▸ **WHAT NEEDS TO BE DONE**:
The stretch from the line with "100.0 * float(np.any(log.limited, axis=1).mean())" through the line with "the root of" in the records below: write it out exactly, and nothing else.

---------- DATASET RECORDS ----------

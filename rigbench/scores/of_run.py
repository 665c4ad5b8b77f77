"""The scores of one run."""

from __future__ import annotations

from collections.abc import Iterator

import numpy as np

from rigbench.arm.arm import PRISMATIC, Floats
from rigbench.arm.dynamics import tool_path
from rigbench.motion.motion import Motion
from rigbench.rig.log import Log
from rigbench.scores.polyline import farthest

__all__ = ["score_run"]

PATH_HZ = 1000.0
"""The commanded path is sampled at least this finely, so that a slow control rate doesn't cut its corners."""

ROUNDING_S = 1e-9
"""A tick this much before the end of a leg is at its end."""

ARRIVAL_M = 1e-3
"""The direction of arrival at a target is that of the commanded path's last millimetre."""


def score_run(log: Log, motion: Motion, settle_band_mm: float) -> dict[str, float]:
    """Return the scores of a finished run, by the names in SCORES; {} for a run that did not finish.

    With e = q_ref - q the true position error at the N control ticks and p, R the tool's position and
    rotation, subscript r where commanded (at q_ref):

    - joint_rms = sqrt(mean over ticks of sum over joints of e^2), joint_peak = max of abs(e); in deg over
      the revolute joints, in mm over the prismatic ones; and for each joint.
    - tool_rms = sqrt(mean of d^2), tool_peak = max of d, d = norm(p - p_r); tool_angle_peak = max of the
      angle of R_r' R.
    - path_peak: the largest distance of p from the path that p_r takes over the whole motion.
    - overshoot, settle: see :func:`_rests`; absent where the motion has no rests.
    - torque_rms, chatter (at the ticks) and torque_peak (at any physics step, as logged) over each joint's
      limit, the worst joint; absent where no joint has one. saturated: the share of ticks at which the
      drive limited any joint.
    - energy: as logged, from every physics step.
    - law_us and law_share: as logged, and over the control period.
    """
    if log.outcome != "finished":
        return {}
    chain = log.plant.chain(log.gravity)
    commanded, commanded_frames = tool_path(chain, np.ascontiguousarray(log.q_ref))
    attained, attained_frames = tool_path(chain, np.ascontiguousarray(log.q))
    miss = attained - commanded
    distance = np.sqrt(np.einsum("ij,ij->i", miss, miss))
    scores = {
        "tool_peak_mm": 1e3 * float(distance.max()),
        "tool_rms_mm": 1e3 * _rms(distance),
        "tool_angle_peak_deg": _largest_angle_deg(commanded_frames, attained_frames),
        "path_peak_mm": 1e3 * farthest(attained, _path(log, motion, chain, commanded)),
    }
    scores |= _rests(log.t, motion.rests, commanded, miss, settle_band_mm)
    scores |= dict(_joints(log))
    scores |= dict(_torques(log))
    scores["saturated_percent"] = 100.0 * float(np.any(log.limited, axis=1).mean())
    scores["energy_j"] = log.energy_j
    scores["law_us"] = log.law_us
    scores["law_share_percent"] = 100.0 * log.law_us * 1e-6 * log.control_hz
    return scores


def _rms(values: Floats) -> float:
    """Return the root of the mean square over ticks."""
    return float(np.sqrt(np.mean(values**2)))


def _largest_angle_deg(one: Floats, other: Floats) -> float:
    """Return the largest angle [deg] between two sequences of rotations (N, 3, 3).

    From norm(R1 - R2) = 2 sqrt(2) sin(angle / 2) (Frobenius), which keeps its digits at small angles.
    """
    gap = (one - other).reshape(-1, 9)
    norm = np.sqrt(np.einsum("ij,ij->i", gap, gap).max())
    return float(np.degrees(2.0 * np.arcsin(min(1.0, norm / (2.0 * np.sqrt(2.0))))))


def _path(log: Log, motion: Motion, chain: Floats, commanded: Floats) -> Floats:
    """Return the commanded path of the tool point (P, 3): the ticks' points, or finer between slow ticks."""
    if log.control_hz >= PATH_HZ:
        return commanded
    steps = int(np.ceil(motion.duration_s * PATH_HZ)) + 1
    q, _, _ = motion.reference(np.linspace(0.0, motion.duration_s, steps))
    path, _ = tool_path(chain, np.ascontiguousarray(q))
    return np.asarray(path)


def _rests(
    t: Floats, rests: tuple[tuple[float, float], ...], commanded: Floats, miss: Floats, band_mm: float
) -> dict[str, float]:
    """Return overshoot_mm and settle_ms, each of the worst rest; {} if the motion has none.

    A rest lasts from the end of its leg to the start of the next. settle_ms: from the end of the leg
    until the tool point is within ``band_mm`` of its target for all that is left of the rest
    (interpolated between ticks; inf if it is outside when the rest ends). overshoot_mm: how far the
    tool point gets beyond the target, along the direction in which the commanded path arrives there,
    once it has been within the band or short of the target in this rest; so an arm that hangs beyond
    it throughout does not overshoot, it does not settle. 0 where the leg doesn't move the tool point.
    """
    overshoot, settle = [], []
    before = 0
    for leg_end, rest_end in rests:
        first = int(np.searchsorted(t, leg_end - ROUNDING_S))
        last = int(np.searchsorted(t, rest_end + ROUNDING_S))
        if rest_end <= leg_end or first >= last:
            continue
        beyond = miss[first:last] @ _arrival(commanded[before : first + 1])
        excess = np.linalg.norm(miss[first:last], axis=1) - 1e-3 * band_mm
        settle.append(_settle_s(t[first:last] - leg_end, excess))
        overshoot.append(_overshoot_m(beyond, excess))
        before = last - 1
    return {"overshoot_mm": 1e3 * max(overshoot), "settle_ms": 1e3 * max(settle)} if settle else {}


def _settle_s(since: Floats, excess: Floats) -> float:
    """Return the time [s] from which ``excess`` over the band stays at or below 0."""
    outside = np.flatnonzero(excess > 0.0)
    if not outside.size:
        return 0.0
    k = int(outside[-1])
    if k + 1 == len(excess):
        return np.inf
    share = excess[k] / (excess[k] - excess[k + 1])
    return float(since[k] + share * (since[k + 1] - since[k]))


def _overshoot_m(beyond: Floats, excess: Floats) -> float:
    """Return the largest distance ``beyond`` the target from the first tick in band or short of it on."""
    entered = np.flatnonzero((excess <= 0.0) | (beyond <= 0.0))
    return max(0.0, float(beyond[entered[0] :].max())) if entered.size else 0.0


def _arrival(leg: Floats) -> Floats:
    """Return the unit vector (3,) along which the commanded points ``leg`` (K, 3) arrive at the last one."""
    gaps = np.linalg.norm(leg[-1] - leg, axis=1)
    clear = np.flatnonzero(gaps >= ARRIVAL_M)
    start = int(clear[-1]) if clear.size else int(np.argmax(gaps))
    direction: Floats = (leg[-1] - leg[start]) / (gaps[start] if gaps[start] > 0 else 1.0)
    return direction


def _joints(log: Log) -> Iterator[tuple[str, float]]:
    """Yield the position errors, whole and joint by joint."""
    error = log.q_ref - log.q
    prismatic = log.plant.kinds == PRISMATIC
    for unit, scale, which in (("deg", np.degrees(1.0), ~prismatic), ("mm", 1e3, prismatic)):
        columns = np.flatnonzero(which)
        if not columns.size:
            continue
        part = scale * error[:, columns]
        rms, peak = np.sqrt(np.mean(part**2, axis=0)), np.abs(part).max(axis=0)
        yield f"joint_peak_{unit}", float(peak.max())
        yield f"joint_rms_{unit}", float(np.sqrt(np.sum(rms**2)))
        for column, joint_rms, joint_peak in zip(columns, rms, peak, strict=True):
            yield f"joint_peak_{unit}.{log.plant.joints[column]}", float(joint_peak)
            yield f"joint_rms_{unit}.{log.plant.joints[column]}", float(joint_rms)


def _torques(log: Log) -> Iterator[tuple[str, float]]:
    """Yield what is measured against the torque limits, of the joints that have one."""
    limits = log.plant.drives.torque_limit
    columns = np.flatnonzero(np.isfinite(limits))
    if not columns.size:
        return
    part = log.torque[:, columns] / limits[columns]
    rms = 100.0 * np.sqrt(np.mean(part**2, axis=0))
    peak = 100.0 * log.torque_peak[columns] / limits[columns]
    yield "torque_peak_percent", float(peak.max())
    yield "torque_rms_percent", float(rms.max())
    for column, joint_rms, joint_peak in zip(columns, rms, peak, strict=True):
        yield f"torque_peak_percent.{log.plant.joints[column]}", float(joint_peak)
        yield f"torque_rms_percent.{log.plant.joints[column]}", float(joint_rms)
    changes = np.diff(part, axis=0)
    yield "chatter", float(np.sqrt(np.mean(changes**2, axis=0)).max()) if len(changes) else 0.0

----------

▸ **ANSWER AREA**:
    scores["saturated_percent"] = 100.0 * float(np.any(log.limited, axis=1).mean())
    scores["energy_j"] = log.energy_j
    scores["law_us"] = log.law_us
    scores["law_share_percent"] = 100.0 * log.law_us * 1e-6 * log.control_hz
    return scores


def _rms(values: Floats) -> float:
    """Return the root of the mean square over ticks."""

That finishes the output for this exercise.